Когда Сапожников уже засыпал, он услышал песни, которые пели, когда он еще учился в школе… Полюшко-поле… Сердце… Он готов погасить все пожары, но не хочет гасить только мой… Мы так близки, что слов не нужно… Что наша дружба… сильней, чем страсть, и крепче, чем любовь… Вечер обещает радостную встречу, радостную встречу у
окна… На дальнем востоке акула охотой была занята… Раз жила пингвинов пара, посреди полярных вод, полярных вод… Он сказал мне "кукарача", это значит таракан… Брось сердиться, Маша, ласково взгляни…И Сапожников вспомнил, как он был в Новом Афоне, и что у него там было, и как они с женой полезли вверх на гору от турбазы раным-рано, когда все спали, и только был слышен треск мотоцикла на дороге к Гудаутам, и пальмы стояли в росе, и они пошли по каменистому серпантину все в гору и в гору, и становилось жарко, и на середине горы была абхазская деревня, и старик в мохнатой шляпе угостил их стаканом вина, и по ее лицу скользили зеленые зайчики. А потом они дошли до развалин римской крепости и увидели внизу пеструю толпу экскурсантов в белых панамах и услышали голоса, оскорблявшие тишину. Они полезли напрямик по откосу через заросли, и отдыхали, и снова лезли, и была жара и запах нагретого орешника, и Сапожников смотрел на капельку пота у нее на шее, и они вышли наверх, и там была Иверская часовня - одни стены без крыши, и можно было пройти из комнаты в комнату, где на каменных стенах были повешены плохие иконы в бумажных цветах, а над головой белое небо. Потом они вышли оттуда, и Сапожников пошел по гребню низкой стены среди кустов инжира и вышел на самый мыс и увидел немыслимый простор, и синюю карту моря с нарисованным берегом, и точку парохода на горизонте, и купы деревьев, убегающие вниз. И вдруг тень птицы покатилась вниз черным шаром по тропам деревьев, и Сапожников услышал возглас и оглянулся и увидел, что она стоит закрыв глаза. "Мне показалось, что я падаю", - сказала она.

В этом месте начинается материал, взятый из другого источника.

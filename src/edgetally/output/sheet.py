"""The PDF sheet: one page a section that can go into the calculation file, and more where the findings are many."""

from __future__ import annotations

import io
from dataclasses import dataclass
from math import ceil, log10
from typing import TYPE_CHECKING

from reportlab.lib.pagesizes import A4, LETTER
from reportlab.pdfgen.canvas import Canvas

from edgetally import __version__
from edgetally.output.figure import section_picture
from edgetally.output.mohr import mohr_picture
from edgetally.output.numbers import value_text
from edgetally.output.paper import BOLD, REGULAR, PdfPen, fitted, printable, register_fonts, text_width, wrapped
from edgetally.output.pens import ACCENT, INK, MUTED, Colour, draw
from edgetally.output.placing import POINTS_PER_MM
from edgetally.output.symbols import AXES, KEYS, SymbolSet, symbol_of
from edgetally.output.torsion_words import torsion_notes, torsion_rows
from edgetally.output.warping import warping_picture
from edgetally.output.words import CAUTION, conventions, described, evidence, header_fields, in_print
from edgetally.section.connected import KEYS as CONNECTED
from edgetally.section.record import Property

if TYPE_CHECKING:
    from edgetally.findings import Finding
    from edgetally.results import Analysis, SectionResult
    from edgetally.section.solution import TorsionSolution

PAGES = {"a4": A4, "letter": LETTER}
LEFT, RIGHT, TOP, BOTTOM = 18 * POINTS_PER_MM, 11 * POINTS_PER_MM, 11 * POINTS_PER_MM, 9 * POINTS_PER_MM
SMALLEST, SMALL, BODY = 5.2, 6.6, 7.8
LEADING = 9.4
HAIR, RULE = 0.35, 0.9
LIGHT = (0.78, 0.79, 0.80)
LOWEST_FIGURE = 262.0
"""A figure lower than this [pt] is no use; findings go to the next page instead."""
MARKS = {"note": "–", "warning": "!", "error": "✕"}


@dataclass(frozen=True, slots=True)
class Head:
    """What a person enters on the sheet; what is empty becomes a box to fill in by hand."""

    title: str = ""
    reference: str = ""
    prepared: str = ""
    date: str = ""
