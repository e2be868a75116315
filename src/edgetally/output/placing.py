"""Where on paper a section stands: at a round scale, in the middle of the room that its labels leave."""

from __future__ import annotations

from collections.abc import Iterable
from dataclasses import dataclass
from math import floor, log10
from typing import TYPE_CHECKING

from edgetally.output.pens import MATERIAL, Path, Style
from edgetally.units import length_factor

if TYPE_CHECKING:
    from edgetally.section.record import Section

POINTS_PER_MM = 72.0 / 25.4
MARGIN = 34.0
"""Room [pt] around the section for the ends of the axes and their labels."""
STRIP = 34.0
"""Room [pt] below for the scale bar and the key of the marks."""


@dataclass(frozen=True, slots=True)
class Scale:
    """A scale of ISO 5455, `paper`:`real`, one of them 1."""

    paper: float
    real: float

    @property
    def factor(self) -> float:
        return self.paper / self.real

    def __str__(self) -> str:
        return f"{self.paper:g}:{self.real:g}"


def round_scale(most: float) -> Scale:
    """Return the largest of 1, 2, 5 · 10ⁿ : 1 and 1 : 1, 2, 5 · 10ⁿ that is not above `most`."""
    decade = 10.0 ** floor(log10(most))
    enlarged = max((s * decade for s in (1.0, 2.0, 5.0) if s * decade <= most * (1 + 1e-9)), default=decade)
    if enlarged >= 1.0:
        return Scale(round(enlarged), 1)
    reduced = min(s for k in (-1, 0, 1) for s in (1 / decade * 10.0**k, 2 / decade * 10.0**k, 5 / decade * 10.0**k)
                  if s >= 1.0 and 1 / s <= most * (1 + 1e-9))  # fmt: skip
    return Scale(1, round(reduced))


@dataclass(frozen=True, eq=False)
class Placing:
    """The section on `width` × `height` points of paper, `strip` points at the foot kept free for a key.

    paper point = `points`·z + `shift`, for z in the section's unit.
    """

    section: Section
    width: float
    height: float
    strip: float
    scale: Scale
    points: float
    shift: complex

    @classmethod
    def of(
        cls,
        section: Section,
        width: float,
        height: float,
        *,
        strip: float = STRIP,
        margin: float = MARGIN,
        also: Iterable[complex] = (),
    ) -> Placing:
        """Place a section; `also` are further points, in its unit, that have to be on the paper."""
        x0, y0, x1, y1 = section.packed.box
        for z in also:
            x0, x1 = min(x0, z.real), max(x1, z.real)
            y0, y1 = min(y0, z.imag), max(y1, z.imag)
        mm = length_factor(section.unit, "mm") * POINTS_PER_MM
        room_x, room_y = width - 2 * margin, height - strip - 2 * margin
        scale = round_scale(min(room_x / ((x1 - x0) * mm), room_y / ((y1 - y0) * mm)))
        points = scale.factor * mm
        middle = complex(0.5 * (x0 + x1), 0.5 * (y0 + y1))
        shift = complex(0.5 * width, strip + 0.5 * (height - strip)) - middle * points
        return cls(section, width, height, strip, scale, points, shift)

    def paper(self, z: complex) -> complex:
        """Return where a point of the section stands on the paper."""
        return z * self.points + self.shift

    def material(self, style: Style = MATERIAL) -> Path:
        """Return the material, filled, with its true curves."""
        runs = tuple(
            tuple(curve.moved(complex(self.points), self.shift) for curve in loop.curves) for loop in self.section.loops
        )
        return Path(runs, style, closed=True)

Они прошли через каменный дворик в самое время, потому что там две бабки-монашенки ссорились из-за пятаков, положенных возле икон, и уже вваливалась экскурсия с панамами, громогласным гидом и бутербродами. Потом они спустились по дороге, перешли по бревну молчаливый ручей и оказались в странной тишине леса… Серые стволы стояли молча, почти не отличаясь от замшелых корней у их подножья… их кроны не шелестели… образовали купол храма… наверно, самые твердые деревья на свете, стоящие вечно и вечно живые… Это был самшитовый лес… и это было блаженство… И они тогда только что поженились, и Сапожников не знал, что все так ужасно кончится… Но про это Сапожников не хотел вспоминать даже во сне, не мог, не хотел выворачивать душу наизнанку… и надо бежать от воспоминаний, от их разъедающей сладости… …Когда Сапожников открыл глаза, он увидел, что в кресле спит Вика.
Когда человек нам нравится, мы хотим, чтобы он был сориентирован к нам одной стороной своей души, как будто он не человек, а картина в музее. И мало кому он нравится во всех своих проявлениях. А говорим - любовь, любовь…
Вот и сейчас она лежала в большом кресле, ровно сложив ноги. И так хорошо было смотреть на нее. И не поверишь, что, когда она проснется, из нее полезут все ее стервозные качества. Ведь знал Сапожников, что легла она напоказ, красиво. А потом не учла, что усталость берет свое, и уснула. Дожидалась, какой она произведет эффект на Сапожникова, и не дождалась. А Сапожникову теперь было приятно сидеть на кровати, поглядывать на нее и чувствовать, что вроде он сторожит ее сон. Хорошо бы она такая и была, когда проснется, думал Сапожников.
Как на картине. А ведь проснется - какая она будет?
Да и в плоской картине мы прежде всего ищем себя. Или друга себе. Или врага себе.
А если этого нет - то картина нам чужая. И в другом человеке мы прежде всего ищем себя, себя, себя. Нет чтоб поинтересоваться, какой он сам-то, этот другой человек. Все хотим, чтобы он был сориентирован к нам одной стороной своей души.
Единственной.
Так все и получилось. Там, в аэропорту. Когда она прилетела в Москву. Много лет назад.